• ABOUT THIS EXERCISE: In the listing that follows, count the lines that include "faultKinds", and answer with the total alone.

• INPUT FOR THIS TASK:
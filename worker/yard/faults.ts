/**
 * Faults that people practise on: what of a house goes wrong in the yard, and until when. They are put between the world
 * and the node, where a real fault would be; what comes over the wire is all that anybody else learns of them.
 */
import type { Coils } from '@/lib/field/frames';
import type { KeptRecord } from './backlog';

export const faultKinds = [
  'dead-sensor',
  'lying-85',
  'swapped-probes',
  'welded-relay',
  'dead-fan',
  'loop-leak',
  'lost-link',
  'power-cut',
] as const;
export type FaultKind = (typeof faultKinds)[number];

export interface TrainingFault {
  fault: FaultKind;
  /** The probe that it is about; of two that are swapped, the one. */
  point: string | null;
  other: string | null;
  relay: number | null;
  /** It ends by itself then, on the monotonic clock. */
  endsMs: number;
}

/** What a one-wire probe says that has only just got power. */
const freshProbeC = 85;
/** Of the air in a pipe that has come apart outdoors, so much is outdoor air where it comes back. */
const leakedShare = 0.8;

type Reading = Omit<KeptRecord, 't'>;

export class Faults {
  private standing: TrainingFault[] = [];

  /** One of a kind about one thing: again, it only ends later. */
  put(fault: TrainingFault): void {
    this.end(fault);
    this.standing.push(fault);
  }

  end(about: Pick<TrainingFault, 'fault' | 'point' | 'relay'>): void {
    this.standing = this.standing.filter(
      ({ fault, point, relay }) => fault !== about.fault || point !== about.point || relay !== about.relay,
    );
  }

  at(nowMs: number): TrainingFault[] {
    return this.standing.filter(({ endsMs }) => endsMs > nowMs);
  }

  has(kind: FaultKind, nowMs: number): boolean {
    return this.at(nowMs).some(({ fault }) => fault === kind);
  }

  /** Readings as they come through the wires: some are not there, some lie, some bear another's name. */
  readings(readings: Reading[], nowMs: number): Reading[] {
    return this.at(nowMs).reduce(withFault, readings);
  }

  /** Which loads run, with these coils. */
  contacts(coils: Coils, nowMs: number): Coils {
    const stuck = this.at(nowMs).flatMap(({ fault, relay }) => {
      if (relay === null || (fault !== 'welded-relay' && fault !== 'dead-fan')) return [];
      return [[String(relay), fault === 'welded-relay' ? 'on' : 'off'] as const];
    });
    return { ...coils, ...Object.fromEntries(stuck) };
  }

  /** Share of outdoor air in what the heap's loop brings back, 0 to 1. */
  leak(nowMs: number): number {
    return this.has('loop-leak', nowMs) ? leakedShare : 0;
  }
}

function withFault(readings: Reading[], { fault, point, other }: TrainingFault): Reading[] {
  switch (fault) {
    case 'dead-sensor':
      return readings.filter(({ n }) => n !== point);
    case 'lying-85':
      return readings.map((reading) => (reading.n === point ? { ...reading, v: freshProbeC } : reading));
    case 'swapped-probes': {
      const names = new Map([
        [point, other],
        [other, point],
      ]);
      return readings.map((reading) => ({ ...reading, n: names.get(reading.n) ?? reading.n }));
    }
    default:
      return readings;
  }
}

* * *

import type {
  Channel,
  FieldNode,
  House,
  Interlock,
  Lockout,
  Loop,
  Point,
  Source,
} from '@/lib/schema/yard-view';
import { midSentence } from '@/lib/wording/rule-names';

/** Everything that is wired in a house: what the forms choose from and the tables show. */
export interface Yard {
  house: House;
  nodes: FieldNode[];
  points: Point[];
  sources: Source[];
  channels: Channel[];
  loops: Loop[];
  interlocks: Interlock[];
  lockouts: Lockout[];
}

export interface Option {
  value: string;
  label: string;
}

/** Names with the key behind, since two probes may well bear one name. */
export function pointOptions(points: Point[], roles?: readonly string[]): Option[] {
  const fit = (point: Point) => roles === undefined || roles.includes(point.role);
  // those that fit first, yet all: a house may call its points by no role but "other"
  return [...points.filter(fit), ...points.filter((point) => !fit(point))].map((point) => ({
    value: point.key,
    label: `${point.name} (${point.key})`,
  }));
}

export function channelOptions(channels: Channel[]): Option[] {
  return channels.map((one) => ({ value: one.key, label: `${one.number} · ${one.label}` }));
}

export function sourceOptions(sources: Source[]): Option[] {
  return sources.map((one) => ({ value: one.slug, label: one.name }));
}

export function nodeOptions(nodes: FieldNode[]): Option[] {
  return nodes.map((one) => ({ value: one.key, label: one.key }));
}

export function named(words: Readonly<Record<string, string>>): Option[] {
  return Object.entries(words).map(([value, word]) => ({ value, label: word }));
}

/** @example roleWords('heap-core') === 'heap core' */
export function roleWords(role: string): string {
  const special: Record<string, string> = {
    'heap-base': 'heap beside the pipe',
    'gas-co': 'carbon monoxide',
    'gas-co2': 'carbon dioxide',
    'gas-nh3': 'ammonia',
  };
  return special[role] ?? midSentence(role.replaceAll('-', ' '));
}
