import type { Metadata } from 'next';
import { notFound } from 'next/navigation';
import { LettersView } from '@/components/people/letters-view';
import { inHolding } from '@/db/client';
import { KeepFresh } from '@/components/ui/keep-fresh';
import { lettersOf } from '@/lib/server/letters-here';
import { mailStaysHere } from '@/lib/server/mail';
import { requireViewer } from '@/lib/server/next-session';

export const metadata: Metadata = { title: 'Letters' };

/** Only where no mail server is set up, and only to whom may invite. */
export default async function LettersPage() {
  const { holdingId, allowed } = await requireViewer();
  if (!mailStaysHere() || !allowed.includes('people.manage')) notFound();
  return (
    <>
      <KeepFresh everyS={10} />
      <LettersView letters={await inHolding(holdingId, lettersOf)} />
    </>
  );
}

...

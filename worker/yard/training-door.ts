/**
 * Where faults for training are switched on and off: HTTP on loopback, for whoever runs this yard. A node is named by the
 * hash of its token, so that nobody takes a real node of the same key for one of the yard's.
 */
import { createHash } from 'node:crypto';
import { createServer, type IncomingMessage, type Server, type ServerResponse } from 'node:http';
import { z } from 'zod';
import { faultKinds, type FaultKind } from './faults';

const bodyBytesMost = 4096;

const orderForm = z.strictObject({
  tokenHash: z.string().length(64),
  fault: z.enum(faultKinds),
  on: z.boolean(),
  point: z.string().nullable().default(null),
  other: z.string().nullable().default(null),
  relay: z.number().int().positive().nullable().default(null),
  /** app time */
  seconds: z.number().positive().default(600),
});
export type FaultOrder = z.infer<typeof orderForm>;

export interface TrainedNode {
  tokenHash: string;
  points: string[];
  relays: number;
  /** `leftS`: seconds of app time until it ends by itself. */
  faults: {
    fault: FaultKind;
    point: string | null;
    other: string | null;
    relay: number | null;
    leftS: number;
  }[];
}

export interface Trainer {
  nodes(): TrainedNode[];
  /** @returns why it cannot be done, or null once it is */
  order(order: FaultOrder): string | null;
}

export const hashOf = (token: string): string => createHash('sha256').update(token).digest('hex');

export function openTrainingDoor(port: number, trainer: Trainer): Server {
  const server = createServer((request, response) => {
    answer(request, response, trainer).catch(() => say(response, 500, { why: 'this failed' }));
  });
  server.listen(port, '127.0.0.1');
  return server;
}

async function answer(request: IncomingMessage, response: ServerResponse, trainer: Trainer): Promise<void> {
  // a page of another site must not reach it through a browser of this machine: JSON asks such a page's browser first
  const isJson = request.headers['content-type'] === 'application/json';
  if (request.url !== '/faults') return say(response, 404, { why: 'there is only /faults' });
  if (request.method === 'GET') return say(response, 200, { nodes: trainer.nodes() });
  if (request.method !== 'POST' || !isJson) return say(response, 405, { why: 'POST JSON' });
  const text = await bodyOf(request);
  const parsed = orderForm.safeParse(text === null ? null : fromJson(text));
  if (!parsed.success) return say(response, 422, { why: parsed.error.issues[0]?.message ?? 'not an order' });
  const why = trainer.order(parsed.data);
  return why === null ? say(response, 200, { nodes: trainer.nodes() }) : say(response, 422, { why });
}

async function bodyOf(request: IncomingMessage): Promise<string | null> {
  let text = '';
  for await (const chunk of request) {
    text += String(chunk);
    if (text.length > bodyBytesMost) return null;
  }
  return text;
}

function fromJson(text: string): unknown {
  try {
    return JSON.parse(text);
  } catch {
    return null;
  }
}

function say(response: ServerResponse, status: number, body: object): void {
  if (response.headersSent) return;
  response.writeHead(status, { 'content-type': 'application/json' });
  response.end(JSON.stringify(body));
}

• WRITTEN ANSWER: 4